___ DATA FOR THIS TASK ___

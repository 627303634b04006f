"""What the record of a harness check says once it is stored: the ambient its copper limits
were moved to, its limits to the digits its readings show, every finding counted by ``rig
stats``, and where ``--station-out`` writes.  Through the real stack: ``rig harness check`` over
pyvisa-py (TCP) and pyserial (pty) to the virtual bench, a real SQLite store, ``rig report`` and
``rig stats`` as a technician runs them.  The harness faults are our own invented cases on the
shipped wire list."""

from __future__ import annotations

import csv
import io
import json
import re
import signal
from pathlib import Path

import pytest
from harness_helpers import one_blas_thread
from sim_process import served

from rig.cli import EXIT_BAD_INPUT, EXIT_FAIL, main
from rig.config.fixture import load_fixture
from rig.config.station import load_station
from rig.harness.as_built import parse_build_faults
from rig.harness.wire_list import load_wire_list
from rig.sim.harness_bench import harness_bench

one_blas_thread()

SHIPPED = Path(__file__).resolve().parent.parent / "sequences" / "harness"
WIRE_LIST = SHIPPED / "wire-list.csv"
THREE_FAULTS = ("swap:W4,W5", "missing-splice:W10c", "high:W7=0.4ohm")
"""docs/harness.md's example: three faults in one harness, three findings of three kinds."""


def _check(folder: Path, faults: tuple[str, ...], serial: str, ambient: str) -> Path:
    """``rig harness check`` of the shipped list on a bench built with ``faults``; the
    station file (its store is ``folder/data/results.sqlite``, shared by every call)."""
    fixture = load_fixture(SHIPPED / "fixture.toml")
    wires = load_wire_list(WIRE_LIST, fixture)
    built = parse_build_faults(list(faults), wires, fixture.pins)
    bench = harness_bench(wires, fixture, built, ambient_c=23.0, seed=1)
    bench.start()
    try:
        station = bench.write_station(folder / f"{serial}.toml", data_dir=str(folder / "data"))
        args = ["harness", "check", str(WIRE_LIST), "--station", str(station)]
        assert main([*args, "--serial", serial, "--ambient", ambient]) == EXIT_FAIL
    finally:
        bench.stop()
    return station


@pytest.fixture(scope="module")
def checked(tmp_path_factory: pytest.TempPathFactory) -> Path:
    """Two failed harnesses in one store: run 1 with the three faults, run 2 swapped only."""
    folder = tmp_path_factory.mktemp("harness-record")
    _check(folder, THREE_FAULTS, "H-3", "21.5 degC")
    _check(folder, ("swap:W4,W5",), "H-1", "23 degC")
    return folder / "data" / "results.sqlite"


def _out(capsys: pytest.CaptureFixture[str], *args: str) -> str:
    capsys.readouterr()
    assert main(list(args)) == 0, capsys.readouterr().err
    return capsys.readouterr().out


def test_the_record_states_the_ambient_the_limits_were_worked_out_at(
    checked: Path, capsys: pytest.CaptureFixture[str]
) -> None:
    # every copper limit is R20 [1 + alpha (T - 20 degC)] at the check's ambient (IEC 60028,
    # docs/harness.md), so the proof of a harness must name T: the HTML and the CSV say it, and
    # that it was stated (--ambient), not read from the bench's probe
    page = _out(capsys, "report", "1", "--store", str(checked), "--out", "-")
    nets = page.split("<h2>Continuity, net by net</h2>")[1].split('<table id="nets"')[0]
    assert "harness: limits at 21.5 °C (stated)" in nets
    rows = list(csv.DictReader(io.StringIO(_out(capsys, "report", "2", "--store", str(checked),
                                                "--format", "csv", "--out", "-"))))  # fmt: skip
    assert [r["ambient"] for r in rows] == ["limits at 23.0 degC (stated)"]


def test_every_finding_of_a_harness_run_is_counted_by_kind(
    checked: Path, capsys: pytest.CaptureFixture[str]
) -> None:
    # run 1: a swap, an open at the splice and a high-resistance wire; run 2: a swap.  Each
    # finding counts (docs/harness.md, Findings: the kinds), not one per run
    data = json.loads(_out(capsys, "stats", "--store", str(checked), "--json"))
    found = {r["finding_kind"]: r["count"] for r in data["harness_findings_by_kind"]}
    assert found == {"swap": 2, "splice": 1, "high-resistance": 1}
    assert data["harness_findings_note"].startswith("4 findings of 2 failed harness runs")
    text = _out(capsys, "stats", "--store", str(checked))
    table = text.split("Harness findings by kind")[1]
    assert "finding kind" in table and "findings" in table
    assert "swap             2         50.0 %" in table


def test_a_station_out_ending_with_a_slash_is_a_folder_made_for_the_station_file(
    tmp_path: Path, capsys: pytest.CaptureFixture[str]
) -> None:
    # `rig sim --station-out rig-data/` wrote a FILE named rig-data, and the next command failed
    # with "Not a directory"; the trailing / names a folder (POSIX pathname resolution: a path
    # ending in a slash resolves to a directory)
    unit = SHIPPED.parent / "units" / "temp-circuit.toml"
    commands = {
        "virtual-station.toml": ["sim", "--unit", str(unit)],
        "harness-station.toml": ["harness", "sim", str(WIRE_LIST), "--fixture",
                                 str(SHIPPED / "fixture.toml")],
    }  # fmt: skip
    for name, args in commands.items():
        folder = tmp_path / name.split("-")[0] / "rig-data"
        with served([*args, "--station-out", f"{folder}/"]) as (proc, lines):
            assert f"station file written to {folder / name}\n" in lines, lines
            assert load_station(folder / name).data_dir == folder
            proc.send_signal(signal.SIGTERM)
            assert proc.wait(timeout=10) == 0
        # a file where the folder is named: refused before a bench is served, nothing written
        taken = tmp_path / f"taken-{name}"
        taken.write_text("mine\n", encoding="utf-8")
        capsys.readouterr()
        assert main([*args, "--station-out", f"{taken}/"]) == EXIT_BAD_INPUT
        assert capsys.readouterr().err.splitlines() == [
            f"rig: --station-out {taken}/: names a folder, but {taken} is a file"
        ]
        assert taken.read_text(encoding="utf-8") == "mine\n"


def test_the_nets_limits_are_shown_to_the_digits_of_their_readings(
    checked: Path, capsys: pytest.CaptureFixture[str]
) -> None:
    # JCGM 100:2008 (GUM) 7.2.6: U to two significant digits, the reading to the same decimal
    # place; a limit beside them to that place too (0.05735177 beside 0.0454 read 0.0574), not
    # to eight digits.  Checked against Python's own float formatting of the stored figures.
    extras = json.loads(_out(capsys, "report", "1", "--store", str(checked), "--format",
                             "json", "--out", "-"))["steps"][0]["extras"]  # fmt: skip
    page = _out(capsys, "report", "1", "--store", str(checked), "--out", "-")
    nets = page.split('id="nets"')[1].split("</table>")[0]
    rows = [re.findall(r"<td[^>]*>(.*?)</td>", r) for r in nets.split("<tr>")[2:]]
    assert len(rows) == sum(1 for key in extras if key.endswith(" max_ohm")) >= 10
    for _, net, hi, lo, reading, limit, u, _ in rows:
        key = f"net {net} {hi}>{lo}"
        if reading == "no reading":  # an open: the limit as the findings quote it
            assert limit == f"{extras[f'{key} max_ohm']:.3g}"
            continue
        places = len(reading.split(".")[1])
        assert limit == f"{extras[f'{key} max_ohm']:.{places}f}", (net, reading, limit)
        assert len(u.split(".")[1]) == places and len(u.lstrip("0.")) == 2, u
        assert float(u) >= extras[f"{key} u_ohm"]  # U rounded up, never smaller
    margins = page.split("<h2>Margins</h2>")[-1] if "<h2>Margins</h2>" in page else page
    assert "no size to scale by" not in page
    assert "harness, a count of faults found where none is allowed" in margins


def test_a_reading_next_to_its_limit_keeps_the_digits_that_tell_them_apart() -> None:
    # worked by hand: 0.0574 ohm with U 0.0046 ohm shows to 4 decimals, where the limit
    # 0.05735177 ohm also reads 0.0574; one more decimal tells them apart (0.05740 > 0.05735)
    from reports.run_html import _net_cells

    assert _net_cells(0.0454, 0.05735177, 0.004624) == ("0.0454", "0.0574", "0.0047")
    assert _net_cells(0.0574, 0.05735177, 0.0046) == ("0.05740", "0.05735", "0.0046")
    assert _net_cells(None, 0.07576635, 0.0) == ("no reading", "0.0758", "0")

___

[HOW TO COMPLETE THIS TASK] If a line in the records contains the string "served", copy it out.

[SOLUTION TO THE EXERCISE]
from sim_process import served
        with served([*args, "--station-out", f"{folder}/"]) as (proc, lines):
        # a file where the folder is named: refused before a bench is served, nothing written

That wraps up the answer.